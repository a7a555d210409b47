import { z } from 'zod';
import { frameChoice } from '../settings/materials';
import { optionalTextField, textField } from '../text/schema';

export const jobStatuses = [
  'taken_in',
  'designing',
  'awaiting_approval',
  'approved',
  'cutting',
  'assembling',
  'ready',
  'shipped',
  'collected',
  'cancelled',
] as const;
export const jobStatusSchema = z.enum(jobStatuses);
export type JobStatus = z.infer<typeof jobStatusSchema>;

/** Work that has left the shop or will not happen; the list hides it unless asked. */
export const finishedStatuses: readonly JobStatus[] = ['shipped', 'collected', 'cancelled'];
export const openStatuses: JobStatus[] = jobStatuses.filter((s) => !finishedStatuses.includes(s));

/** Plain words a framer and a customer both understand. */
export const jobStatusLabels: Record<JobStatus, string> = {
  taken_in: 'Taken in',
  designing: 'Designing',
  awaiting_approval: 'Waiting for approval',
  approved: 'Approved',
  cutting: 'Cutting',
  assembling: 'Assembling',
  ready: 'Ready',
  shipped: 'Shipped',
  collected: 'Collected',
  cancelled: 'Cancelled',
};

const isoDate = z
  .string()
  .trim()
  .regex(/^\d{4}-\d{2}-\d{2}$/, 'Use a date like 2027-03-14')
  .refine((v) => !Number.isNaN(Date.parse(`${v}T00:00:00Z`)) && new Date(`${v}T00:00:00Z`).toISOString().startsWith(v), 'Not a real calendar date');

export const jobInput = z.object({
  title: textField({ max: 200, required: 'Give the job a title' }),
  customerId: z.string({ error: 'Choose a customer' }).uuid('Choose a customer'),
  dueDate: z
    .union([z.literal(''), isoDate])
    .nullish()
    .transform((v) => (v ? v : null)),
  notes: optionalTextField({ max: 4000, multiline: true }),
  /** The moulding, glazing and shadowbox depth, once chosen. */
  frame: frameChoice.nullish(),
});
export type JobInput = z.input<typeof jobInput>;

/** A partial edit of a job's own fields; status moves through its own route. */
export const jobUpdate = jobInput.partial().refine((v) => Object.keys(v).length > 0, { message: 'Change at least one field' });
export type JobUpdate = z.input<typeof jobUpdate>;

export const jobStatusChange = z.object({
  status: jobStatusSchema,
  /** Why, in a few words: shown in the activity log. */
  note: textField({ max: 500 }).optional(),
});

export const jobSorts = ['due', 'created', 'updated', 'title', 'status'] as const;

const commaList = <T extends z.ZodType>(item: T) =>
  z.preprocess((v) => (typeof v === 'string' ? v.split(',').filter(Boolean) : v), z.array(item).max(20));

/** The list screen's filters, as query-string values. */
export const jobListQuery = z.object({
  status: commaList(jobStatusSchema).optional(),
  customerId: z.string().uuid().optional(),
  dueFrom: isoDate.optional(),
  dueTo: isoDate.optional(),
  q: textField({ max: 200 }).optional(),
  sort: z.enum(jobSorts).default('due'),
  order: z.enum(['asc', 'desc']).default('asc'),
  limit: z.coerce.number().int().min(1).max(100).default(50),
  offset: z.coerce.number().int().min(0).max(100_000).default(0),
  /** Count every match ("exact") or not ("none"); by default only the first page is counted. */
  count: z.enum(['exact', 'none']).optional(),
});
export type JobListQuery = z.input<typeof jobListQuery>;

export const job = z.object({
  id: z.string().uuid(),
  title: z.string(),
  customerId: z.string().uuid(),
  customerName: z.string(),
  dueDate: z.string().nullable(),
  notes: z.string().nullable(),
  frame: frameChoice.nullable(),
  status: jobStatusSchema,
  statusChangedAt: z.string(),
  createdAt: z.string(),
  updatedAt: z.string(),
});
export type Job = z.infer<typeof job>;

/** `total` is null when the count was not asked for (pages after the first). */
export const jobList = z.object({ jobs: z.array(job), total: z.number().int().nullable() });
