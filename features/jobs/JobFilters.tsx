import { useState } from 'react';
import { Pressable, StyleSheet, View } from 'react-native';
import { Button } from '../ui/Button';
import { Text } from '../ui/Text';
import { TextField } from '../ui/TextField';
import { colors, radius, space } from '../ui/theme';
import { dueWindowLabels, type DueWindow } from './dueRange';
import { jobStatuses, jobStatusLabels, type JobStatus } from './schema';

import type { JobFilterValues, JobSort } from './listRequest';

export type { JobFilterValues, JobSort };

const sortLabels: Record<JobSort, string> = { due: 'Due soonest', created: 'Newest', updated: 'Recently changed', title: 'Title A–Z' };

/** The filters in a few words, for the folded phone view: "Open jobs · Due soonest". */
export function filterSummary(value: JobFilterValues): string {
  const which = value.status.length > 0 ? value.status.map((s) => jobStatusLabels[s]).join(', ') : value.finished ? 'All jobs' : 'Open jobs';
  const due = value.due === 'any' ? [] : [dueWindowLabels[value.due]];
  return [which, ...due, sortLabels[value.sort]].join(' · ');
}

/**
 * Search, status chips (several at once) and one sort; each change refetches
 * the list. On a phone (`folded`) the chips wait behind one button, so the
 * jobs themselves start near the top of the screen.
 */
export function JobFilters({ value, onChange, folded = false }: { value: JobFilterValues; onChange: (v: JobFilterValues) => void; folded?: boolean }) {
  const [open, setOpen] = useState(false);
  const toggle = (s: JobStatus) =>
    onChange({ ...value, status: value.status.includes(s) ? value.status.filter((x) => x !== s) : [...value.status, s] });
  const search = (
    <TextField label="Search jobs" testID="job-search" placeholder="Title, customer or notes" value={value.q} onChangeText={(q) => onChange({ ...value, q })} />
  );

  if (folded && !open) {
    return (
      <View style={styles.box}>
        {search}
        <View style={styles.sortRow}>
          <Text variant="caption" style={styles.grow}>
            {filterSummary(value)}
          </Text>
          <Button kind="secondary" label="Filter and order" onPress={() => setOpen(true)} testID="show-filters" />
        </View>
      </View>
    );
  }
  return (
    <View style={styles.box}>
      {search}
      {folded ? <Button kind="quiet" label="Hide filters" onPress={() => setOpen(false)} testID="hide-filters" /> : null}
      <View style={styles.chips}>
        {jobStatuses.map((s) => (
          <Chip key={s} label={jobStatusLabels[s]} on={value.status.includes(s)} onPress={() => toggle(s)} testID={`filter-${s}`} />
        ))}
      </View>
      <View style={styles.chips}>
        {value.status.length === 0 ? (
          <Chip label="Show finished jobs" on={value.finished} onPress={() => onChange({ ...value, finished: !value.finished })} testID="show-finished" />
        ) : null}
        {(Object.keys(dueWindowLabels) as DueWindow[]).map((d) => (
          <Chip key={d} label={dueWindowLabels[d]} on={value.due === d} onPress={() => onChange({ ...value, due: d })} testID={`due-${d}`} />
        ))}
      </View>
      <View style={styles.sortRow}>
        <Text variant="caption">Order:</Text>
        {(Object.keys(sortLabels) as JobSort[]).map((s) => (
          <Chip key={s} label={sortLabels[s]} on={value.sort === s} onPress={() => onChange({ ...value, sort: s })} testID={`sort-${s}`} />
        ))}
      </View>
    </View>
  );
}

function Chip({ label, on, onPress, testID }: { label: string; on: boolean; onPress: () => void; testID: string }) {
  return (
    <Pressable role="checkbox" aria-checked={on} onPress={onPress} style={[styles.chip, on && styles.on]} testID={testID}>
      <Text variant="caption" style={on ? styles.onText : styles.offText}>
        {label}
      </Text>
    </Pressable>
  );
}

const styles = StyleSheet.create({
  box: { gap: space.sm },
  grow: { flex: 1, minWidth: 120 },
  chips: { flexDirection: 'row', flexWrap: 'wrap', gap: space.xs },
  sortRow: { flexDirection: 'row', flexWrap: 'wrap', alignItems: 'center', gap: space.xs },
  chip: { borderWidth: 1, borderColor: colors.line, borderRadius: radius.lg, paddingHorizontal: space.md, paddingVertical: 6, backgroundColor: colors.card },
  on: { backgroundColor: colors.accent, borderColor: colors.accent },
  onText: { color: colors.accentInk },
  offText: { color: colors.ink },
});
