import { index, pgTable, text, timestamp, uuid } from 'drizzle-orm/pg-core';
import { shops } from './shops';

/** Someone a shop frames for. */
export const customers = pgTable(
  'customers',
  {
    id: uuid('id').primaryKey().defaultRandom(),
    shopId: uuid('shop_id').notNull().references(() => shops.id, { onDelete: 'cascade' }),
    name: text('name').notNull(),
    email: text('email'),
    phone: text('phone'),
    /** Free-form shipping address as the customer gave it. */
    address: text('address'),
    notes: text('notes'),
    /** Set instead of deleting a customer who has jobs; archived customers leave the lists. */
    archivedAt: timestamp('archived_at', { withTimezone: true }),
    createdAt: timestamp('created_at', { withTimezone: true }).notNull().defaultNow(),
  },
  (t) => [
    index('customers_shop_idx').on(t.shopId),
    /** The customers list in name order, one page at a time. */
    index('customers_shop_name_idx').on(t.shopId, t.name, t.id),
    /** Trigram indexes (pg_trgm) serve "contains" searches on name and e-mail, here and in the jobs list. */
    index('customers_name_trgm_idx').using('gin', t.name.op('gin_trgm_ops')),
    index('customers_email_trgm_idx').using('gin', t.email.op('gin_trgm_ops')),
  ],
);

export type Customer = typeof customers.$inferSelect;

——————————

Give the number of lines in the data above that include the word "flexWrap", with no other words.

2